╭──
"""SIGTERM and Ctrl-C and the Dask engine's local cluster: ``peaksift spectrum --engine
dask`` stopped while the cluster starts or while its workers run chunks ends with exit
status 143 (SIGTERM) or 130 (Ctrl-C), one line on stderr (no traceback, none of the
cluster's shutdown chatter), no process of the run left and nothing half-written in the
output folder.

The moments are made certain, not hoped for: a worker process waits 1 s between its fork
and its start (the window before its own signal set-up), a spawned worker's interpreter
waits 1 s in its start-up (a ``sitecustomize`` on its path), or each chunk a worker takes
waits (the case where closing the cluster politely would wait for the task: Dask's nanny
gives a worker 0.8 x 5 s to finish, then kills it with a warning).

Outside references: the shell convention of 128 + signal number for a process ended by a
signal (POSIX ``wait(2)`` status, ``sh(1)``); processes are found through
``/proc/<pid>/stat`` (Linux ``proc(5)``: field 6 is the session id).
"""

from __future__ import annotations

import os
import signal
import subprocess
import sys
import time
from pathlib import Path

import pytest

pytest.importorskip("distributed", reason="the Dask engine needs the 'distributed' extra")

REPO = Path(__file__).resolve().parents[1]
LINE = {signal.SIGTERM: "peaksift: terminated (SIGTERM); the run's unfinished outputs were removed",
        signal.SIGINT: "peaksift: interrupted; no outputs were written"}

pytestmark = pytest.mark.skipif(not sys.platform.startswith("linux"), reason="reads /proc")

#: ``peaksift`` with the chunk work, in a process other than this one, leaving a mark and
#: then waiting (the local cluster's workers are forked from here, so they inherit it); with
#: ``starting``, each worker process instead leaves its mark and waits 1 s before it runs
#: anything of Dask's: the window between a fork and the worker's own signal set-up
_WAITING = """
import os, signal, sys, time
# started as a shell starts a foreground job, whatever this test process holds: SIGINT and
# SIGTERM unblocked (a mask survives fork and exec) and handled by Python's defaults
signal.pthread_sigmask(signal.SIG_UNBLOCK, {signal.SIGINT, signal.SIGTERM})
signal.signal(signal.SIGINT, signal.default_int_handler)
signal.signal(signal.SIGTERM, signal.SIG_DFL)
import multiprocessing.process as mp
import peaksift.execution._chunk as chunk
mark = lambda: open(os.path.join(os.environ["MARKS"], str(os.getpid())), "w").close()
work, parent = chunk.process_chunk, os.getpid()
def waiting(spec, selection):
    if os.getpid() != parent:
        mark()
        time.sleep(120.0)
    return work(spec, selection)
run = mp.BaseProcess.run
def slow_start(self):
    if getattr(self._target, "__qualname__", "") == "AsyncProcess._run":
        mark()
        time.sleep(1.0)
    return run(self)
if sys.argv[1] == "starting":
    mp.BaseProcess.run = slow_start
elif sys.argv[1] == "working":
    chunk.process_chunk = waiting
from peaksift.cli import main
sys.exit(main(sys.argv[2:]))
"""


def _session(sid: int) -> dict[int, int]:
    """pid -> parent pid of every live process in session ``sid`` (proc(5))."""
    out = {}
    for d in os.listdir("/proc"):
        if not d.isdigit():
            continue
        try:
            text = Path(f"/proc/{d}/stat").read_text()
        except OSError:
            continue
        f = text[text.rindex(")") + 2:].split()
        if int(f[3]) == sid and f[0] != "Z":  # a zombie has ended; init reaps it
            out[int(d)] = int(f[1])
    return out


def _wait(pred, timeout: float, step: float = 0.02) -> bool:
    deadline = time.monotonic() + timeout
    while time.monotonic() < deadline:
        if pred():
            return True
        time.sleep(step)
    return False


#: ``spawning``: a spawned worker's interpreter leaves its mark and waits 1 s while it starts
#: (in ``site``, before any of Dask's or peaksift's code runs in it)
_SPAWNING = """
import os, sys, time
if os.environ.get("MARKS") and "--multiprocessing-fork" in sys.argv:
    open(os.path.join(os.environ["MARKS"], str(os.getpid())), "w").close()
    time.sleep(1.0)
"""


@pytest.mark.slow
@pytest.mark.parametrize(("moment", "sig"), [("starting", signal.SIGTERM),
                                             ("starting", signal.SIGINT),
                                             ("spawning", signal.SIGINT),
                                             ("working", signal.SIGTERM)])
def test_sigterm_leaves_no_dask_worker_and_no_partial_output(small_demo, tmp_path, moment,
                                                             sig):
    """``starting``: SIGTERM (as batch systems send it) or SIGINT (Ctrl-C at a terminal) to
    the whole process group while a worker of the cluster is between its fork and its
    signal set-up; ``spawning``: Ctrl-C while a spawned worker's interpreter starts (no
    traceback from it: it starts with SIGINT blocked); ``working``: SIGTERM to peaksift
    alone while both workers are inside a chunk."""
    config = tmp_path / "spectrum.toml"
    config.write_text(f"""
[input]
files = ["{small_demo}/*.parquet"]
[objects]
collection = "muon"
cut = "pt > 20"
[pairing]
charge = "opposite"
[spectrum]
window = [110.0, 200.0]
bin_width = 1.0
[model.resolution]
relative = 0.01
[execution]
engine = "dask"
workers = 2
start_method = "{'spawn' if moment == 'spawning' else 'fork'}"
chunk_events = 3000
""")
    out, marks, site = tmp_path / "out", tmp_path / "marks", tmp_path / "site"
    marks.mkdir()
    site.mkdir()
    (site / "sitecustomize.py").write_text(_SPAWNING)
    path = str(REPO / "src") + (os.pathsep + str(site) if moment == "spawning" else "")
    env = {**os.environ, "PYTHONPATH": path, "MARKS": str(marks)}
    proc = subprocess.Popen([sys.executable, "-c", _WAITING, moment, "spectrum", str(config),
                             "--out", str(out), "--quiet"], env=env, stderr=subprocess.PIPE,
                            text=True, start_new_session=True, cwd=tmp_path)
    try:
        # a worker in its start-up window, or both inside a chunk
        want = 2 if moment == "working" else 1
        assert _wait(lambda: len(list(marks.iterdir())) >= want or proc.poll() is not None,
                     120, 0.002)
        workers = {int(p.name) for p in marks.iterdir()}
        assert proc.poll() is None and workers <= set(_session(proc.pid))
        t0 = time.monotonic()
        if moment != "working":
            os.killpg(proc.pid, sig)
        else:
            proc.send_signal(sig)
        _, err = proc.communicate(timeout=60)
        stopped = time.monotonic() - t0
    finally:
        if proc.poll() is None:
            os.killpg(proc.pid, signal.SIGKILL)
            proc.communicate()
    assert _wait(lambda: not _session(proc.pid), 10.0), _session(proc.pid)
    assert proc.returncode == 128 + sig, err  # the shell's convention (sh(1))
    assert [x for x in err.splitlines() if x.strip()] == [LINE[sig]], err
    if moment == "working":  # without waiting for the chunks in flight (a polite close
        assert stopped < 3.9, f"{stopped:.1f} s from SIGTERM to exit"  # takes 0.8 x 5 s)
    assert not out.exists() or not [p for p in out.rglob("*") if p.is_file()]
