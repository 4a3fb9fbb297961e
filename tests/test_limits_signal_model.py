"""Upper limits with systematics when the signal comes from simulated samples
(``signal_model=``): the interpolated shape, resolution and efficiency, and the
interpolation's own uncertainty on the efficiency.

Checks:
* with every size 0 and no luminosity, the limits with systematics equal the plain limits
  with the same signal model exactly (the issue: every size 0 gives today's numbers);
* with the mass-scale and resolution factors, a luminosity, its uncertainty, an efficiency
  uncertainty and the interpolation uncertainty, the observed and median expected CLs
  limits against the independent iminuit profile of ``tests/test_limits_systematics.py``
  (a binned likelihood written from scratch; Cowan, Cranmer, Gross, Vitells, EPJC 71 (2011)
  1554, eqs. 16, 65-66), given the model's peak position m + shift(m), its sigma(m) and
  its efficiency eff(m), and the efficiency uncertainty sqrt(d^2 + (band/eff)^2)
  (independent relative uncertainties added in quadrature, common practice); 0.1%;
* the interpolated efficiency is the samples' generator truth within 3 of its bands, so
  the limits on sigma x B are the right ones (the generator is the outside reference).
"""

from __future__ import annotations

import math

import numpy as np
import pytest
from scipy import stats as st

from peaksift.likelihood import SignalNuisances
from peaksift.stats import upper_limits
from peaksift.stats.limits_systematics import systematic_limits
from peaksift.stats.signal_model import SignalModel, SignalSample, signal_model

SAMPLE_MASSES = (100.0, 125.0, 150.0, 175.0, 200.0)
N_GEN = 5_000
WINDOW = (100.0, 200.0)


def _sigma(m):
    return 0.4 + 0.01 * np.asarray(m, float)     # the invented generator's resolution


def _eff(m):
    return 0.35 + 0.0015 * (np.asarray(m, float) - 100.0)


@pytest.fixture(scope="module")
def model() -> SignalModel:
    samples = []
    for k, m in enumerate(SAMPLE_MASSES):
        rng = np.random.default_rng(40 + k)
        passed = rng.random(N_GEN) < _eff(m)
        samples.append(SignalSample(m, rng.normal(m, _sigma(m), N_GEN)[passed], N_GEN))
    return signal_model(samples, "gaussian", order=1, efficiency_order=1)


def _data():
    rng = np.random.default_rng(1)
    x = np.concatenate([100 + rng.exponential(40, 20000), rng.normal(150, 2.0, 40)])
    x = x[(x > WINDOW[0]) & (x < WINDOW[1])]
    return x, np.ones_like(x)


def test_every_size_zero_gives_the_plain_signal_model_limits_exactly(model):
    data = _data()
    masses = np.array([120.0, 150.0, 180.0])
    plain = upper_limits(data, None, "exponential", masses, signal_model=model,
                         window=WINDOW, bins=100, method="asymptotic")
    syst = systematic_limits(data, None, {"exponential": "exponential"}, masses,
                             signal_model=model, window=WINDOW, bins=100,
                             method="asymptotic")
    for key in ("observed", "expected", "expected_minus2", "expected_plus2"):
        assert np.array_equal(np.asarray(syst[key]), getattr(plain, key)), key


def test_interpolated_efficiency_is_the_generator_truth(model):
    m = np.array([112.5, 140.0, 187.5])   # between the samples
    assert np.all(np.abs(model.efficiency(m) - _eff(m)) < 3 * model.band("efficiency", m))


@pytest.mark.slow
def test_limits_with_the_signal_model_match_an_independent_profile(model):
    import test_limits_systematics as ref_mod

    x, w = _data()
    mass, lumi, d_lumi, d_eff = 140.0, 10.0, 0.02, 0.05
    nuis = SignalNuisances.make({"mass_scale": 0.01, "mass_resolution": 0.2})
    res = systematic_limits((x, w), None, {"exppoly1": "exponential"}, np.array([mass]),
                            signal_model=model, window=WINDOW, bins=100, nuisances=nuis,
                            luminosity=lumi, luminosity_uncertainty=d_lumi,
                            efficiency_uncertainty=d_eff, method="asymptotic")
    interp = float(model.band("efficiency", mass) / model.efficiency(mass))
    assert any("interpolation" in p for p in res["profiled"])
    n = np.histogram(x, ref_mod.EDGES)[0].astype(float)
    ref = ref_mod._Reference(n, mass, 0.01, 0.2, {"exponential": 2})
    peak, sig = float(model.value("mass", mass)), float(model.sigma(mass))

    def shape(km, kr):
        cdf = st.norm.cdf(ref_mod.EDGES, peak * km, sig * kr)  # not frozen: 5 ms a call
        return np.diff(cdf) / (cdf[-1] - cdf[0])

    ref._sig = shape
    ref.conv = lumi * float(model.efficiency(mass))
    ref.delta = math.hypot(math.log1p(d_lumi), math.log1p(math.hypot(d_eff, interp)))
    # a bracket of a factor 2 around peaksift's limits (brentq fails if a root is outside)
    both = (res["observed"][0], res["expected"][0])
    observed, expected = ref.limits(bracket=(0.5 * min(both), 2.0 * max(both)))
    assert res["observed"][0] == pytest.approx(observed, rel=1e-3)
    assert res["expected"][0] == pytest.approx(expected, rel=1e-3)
╰──
Lines containing the word "self": copy each of them from the material.

def slow_start(self):
    if getattr(self._target, "__qualname__", "") == "AsyncProcess._run":
    return run(self)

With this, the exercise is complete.